Last year, Minister of Interior Sándor Pintér presented a bill which would implement a centralized CCTV system with data stored in one location. Some experts, however, fear the proposal as it lacks certain data protection warranties.
The huge centralized system could be utilized for anything from national security issues to public transport offenses. A central storage facility would collect recordings made by public space surveillance; the Centre for Budapest Transport (BKK); bank security and the Hungarian Public Road PLC.
The project, dubbed ‘Szitakötő’ (dragonfly), would involve the implementation of about 35,000 cameras and 25,000 terabytes of monitoring data. In addition, recorded data would be preserved for 30 days instead of the current five. According to estimations, the implementation would cost 50 billion forints (EUR 160 million), not including any additional costs. Leftish daily Népszava also noted that this new camera system would most-likely include facial recognition.
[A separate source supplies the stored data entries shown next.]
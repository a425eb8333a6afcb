using System.Net;
using System.Net.Sockets;
using System.Text;
using Fleet.Grains.Registry;
using Fleet.Server.Hosting;
using Microsoft.AspNetCore.Server.Kestrel.Core;
using Microsoft.Extensions.Options;

namespace Fleet.Server.LiveView;

/// <summary>
/// The live floor view: <c>GET /view</c> lists the sites, <c>GET /view/{site}</c> is the page, <c>/assets/*</c> its
/// script and style (embedded in this assembly: no CDN, no external traffic), <c>GET /api/view/{site}/floor</c> the
/// static plan (JSON) and <c>GET /api/view/{site}/events</c> the live server-sent events. Everything is served only
/// on the live-view port (plain HTTP/1.1; see <see cref="LiveViewOptions"/>), never on the gRPC or metrics port.
/// </summary>
public static class LiveViewEndpoints
{
    private const string ContentSecurityPolicy =
        "default-src 'none'; script-src 'self'; style-src 'self'; connect-src 'self'; img-src 'self' data:; base-uri 'none'; form-action 'none'; frame-ancestors 'none'";

    /// <summary>Reads <c>Fleet:LiveView</c>, picks a free port for 0, and adds the HTTP/1.1 listener and the view's services.</summary>
    public static WebApplicationBuilder AddFleetLiveView(this WebApplicationBuilder builder, FleetServerOptions server)
    {
        var options = builder.Configuration.GetSection(LiveViewOptions.SectionName).Get<LiveViewOptions>() ?? new LiveViewOptions();
        // A negative port disables the view, as for the metrics port.
        options.Enabled &= options.Port >= 0;
        if (options.Enabled && options.Port == 0)
        {
            options.Port = FreePort();
        }

        builder.Services.AddSingleton(Options.Create(options));
        if (!options.Enabled)
        {
            return builder;
        }

        if (options.Port > 65535)
        {
            throw new InvalidOperationException($"{LiveViewOptions.SectionName}:Port must be 0 (pick a free port), 1–65535, or negative (off), not {options.Port}");
        }

        if (!(options.UpdateRateHz > 0) || !(options.GridStepMetres > 0) || !(options.SigmaToaMetres > 0) || !(options.TrailSeconds >= 0))
        {
            throw new InvalidOperationException($"{LiveViewOptions.SectionName}: UpdateRateHz, GridStepMetres and SigmaToaMetres must be positive, TrailSeconds not negative");
        }

        builder.WebHost.ConfigureKestrel(kestrel => FleetServiceCollectionExtensions.Listen(kestrel, server.ListenAddress, options.Port, HttpProtocols.Http1));
        builder.Services.AddSingleton<LiveViewFloorPlans>();
        builder.Services.AddSingleton<LiveViewEventStream>();
        return builder;
    }

    /// <summary>Maps the view's endpoints (no-op when disabled) and logs its address once the server has started.</summary>
    public static WebApplication MapFleetLiveView(this WebApplication app)
    {
        var options = app.Services.GetRequiredService<IOptions<LiveViewOptions>>().Value;
        if (!options.Enabled)
        {
            return app;
        }

        var port = options.Port;
        var view = app.MapGroup(string.Empty).AddEndpointFilter(async (context, next) =>
        {
            var http = context.HttpContext;
            if (http.Connection.LocalPort != port)
            {
                return Results.NotFound();
            }

            http.Response.Headers.ContentSecurityPolicy = ContentSecurityPolicy;
            http.Response.Headers.XContentTypeOptions = "nosniff";
            http.Response.Headers["Referrer-Policy"] = "no-referrer";
            return await next(context);
        });

        view.MapGet("/", () => Results.Redirect("/view"));
        view.MapGet("/view", (ISiteRegistry registry) => Results.Content(SiteListPage(registry), "text/html; charset=utf-8"));
        view.MapGet("/view/{siteId}", (string siteId, ISiteRegistry registry) => registry.GetSite(siteId) is null
            ? Results.Content(NotFoundPage(siteId), "text/html; charset=utf-8", Encoding.UTF8, StatusCodes.Status404NotFound)
            : Asset("live-view.html"));
        view.MapGet("/assets/{name}", (string name) => Asset(name));
        view.MapGet("/api/view/{siteId}/floor", (string siteId, string? height, LiveViewFloorPlans plans) =>
        {
            double? tagHeight = null;
            if (!string.IsNullOrEmpty(height))
            {
                if (!double.TryParse(height, System.Globalization.NumberStyles.Float, System.Globalization.CultureInfo.InvariantCulture, out var h))
                {
                    return Results.Problem("height must be a number of metres", statusCode: StatusCodes.Status400BadRequest);
                }

                tagHeight = h;
            }

            try
            {
                var plan = plans.Get(siteId, tagHeight);
                return plan is null
                    ? Results.Problem($"site '{siteId}' does not exist", statusCode: StatusCodes.Status404NotFound)
                    : Results.Bytes(plan, "application/json");
            }
            catch (ArgumentException e)
            {
                return Results.Problem(e.Message, statusCode: StatusCodes.Status400BadRequest);
            }
        });
        view.MapGet("/api/view/{siteId}/events", async (string siteId, HttpContext context, ISiteRegistry registry, LiveViewEventStream events) =>
        {
            if (registry.GetSite(siteId) is null)
            {
                return Results.Problem($"site '{siteId}' does not exist", statusCode: StatusCodes.Status404NotFound);
            }

            await events.RunAsync(context, siteId, context.RequestAborted);
            return Results.Empty;
        });

        app.Lifetime.ApplicationStarted.Register(() =>
            app.Logger.LogInformation("Live floor view: {Address}", GetAddress(app)));
        return app;
    }

    /// <summary>
    /// Address of the live view for a browser on this machine (e.g. http://127.0.0.1:8080/view/harbor-point), or null
    /// when it is disabled. Without <paramref name="siteId"/>: the site list.
    /// </summary>
    public static Uri? GetAddress(WebApplication app, string? siteId = null)
    {
        var options = app.Services.GetRequiredService<IOptions<LiveViewOptions>>().Value;
        if (!options.Enabled)
        {
            return null;
        }

        var listen = FleetServerHost.GetOptions(app).ListenAddress;
        var host = listen is "localhost" or "*" or "0.0.0.0" or "::" ? "127.0.0.1" : listen;
        host = host.Contains(':', StringComparison.Ordinal) ? $"[{host}]" : host;
        var path = siteId is null ? "/view" : "/view/" + Uri.EscapeDataString(siteId);
        return new Uri($"http://{host}:{options.Port}{path}");
    }

    private static IResult Asset(string name)
    {
        var contentType = Path.GetExtension(name) switch
        {
            ".html" => "text/html; charset=utf-8",
            ".js" => "text/javascript; charset=utf-8",
            ".css" => "text/css; charset=utf-8",
            _ => null,
        };
        var stream = contentType is null ? null : typeof(LiveViewEndpoints).Assembly.GetManifestResourceStream("Fleet.LiveView." + name);
        return stream is null ? Results.NotFound() : Results.Stream(stream, contentType);
    }

    private static string SiteListPage(ISiteRegistry registry)
    {
        var sb = new StringBuilder();
        sb.Append("<!doctype html><html lang=\"en\"><head><meta charset=\"utf-8\"><title>Fleet live view</title>")
            .Append("<link rel=\"stylesheet\" href=\"/assets/live-view.css\"></head><body class=\"site-list\"><h1>Fleet live view</h1>");
        var sites = registry.ListSites(null, 1000);
        if (sites.Count == 0)
        {
            sb.Append("<p>No sites yet. Create one with <code>SiteService.CreateSite</code> (or run <code>fleet demo</code>).</p>");
        }
        else
        {
            sb.Append("<ul>");
            foreach (var site in sites)
            {
                var id = WebUtility.HtmlEncode(site.SiteId);
                sb.Append("<li><a href=\"/view/").Append(WebUtility.HtmlEncode(Uri.EscapeDataString(site.SiteId))).Append("\">").Append(id).Append("</a>");
                if (!string.IsNullOrWhiteSpace(site.DisplayName))
                {
                    sb.Append(" — ").Append(WebUtility.HtmlEncode(site.DisplayName));
                }

                sb.Append("</li>");
            }

            sb.Append("</ul>");
        }

        sb.Append("<p class=\"caution\">").Append(WebUtility.HtmlEncode(SafetyNotice.Text)).Append("</p></body></html>");
        return sb.ToString();
    }

    private static string NotFoundPage(string siteId) =>
        "<!doctype html><html lang=\"en\"><head><meta charset=\"utf-8\"><title>Unknown site</title><link rel=\"stylesheet\" href=\"/assets/live-view.css\"></head>" +
        $"<body class=\"site-list\"><h1>Unknown site</h1><p>There is no site '{WebUtility.HtmlEncode(siteId)}'. <a href=\"/view\">All sites</a></p></body></html>";

    private static int FreePort()
    {
        using var listener = new TcpListener(IPAddress.Loopback, 0);
        listener.Start();
        return ((IPEndPoint)listener.LocalEndpoint).Port;
    }
}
However, critics fear that the data protection warranties of the new bill are superficial. President of the National Authority for Data Protection and Freedom of Information (NAIH) Attila Péterfalvi voiced his concerns when the plan was first released. Although State Secretary of the Interior Ministry Károly Kontrát insisted they included what NAIH required, a more recent statement by Péterfalvi seems to contradict that claim.
“Such a large-scale technical surveillance system would require very strong data protection guarantees, which are, at the moment, completely missing from the bill,” Péterfalvi claimed. He pointed out that the data managers are not adequately described in the bill, making it unclear who, if anyone, could be held accountable in case of abuse. In addition, the bill also lacks other data protection warranties, specifications regarding data access and other minor factors such as camera placement and any mention of how the use of the system will be monitored.
Even though the draft bill corresponds to international trends, critics are wary that Orbán’s growing ‘illiberal’ system and the power the state has to surveil its citizens (from July 2018 authorities can wiretap anyone in the country without well-founded suspicion or a judge’s approval) may pave the way for further, more questionable surveillance methods. Government officials insist the upgrade has nothing but good intentions. In theory, law enforcement should be able to act faster and prevent more crimes as a result.
At the moment, there are around 4,000 cameras in use in public spaces. Experts agree that the system is out-of-date; the pictures are often not sharp enough, and the current systems are incompatible. According to speculation, the decision was made because police cameras were unable to track the route of the Teréz Boulevard bomber via public surveillance. The decreasing number of registered crimes—nearly halved from 2010 to 2017—seems to refute the need for a system upgrade. But interestingly, according to OECD, Hungarians’ sense of security is one of the worst in the world.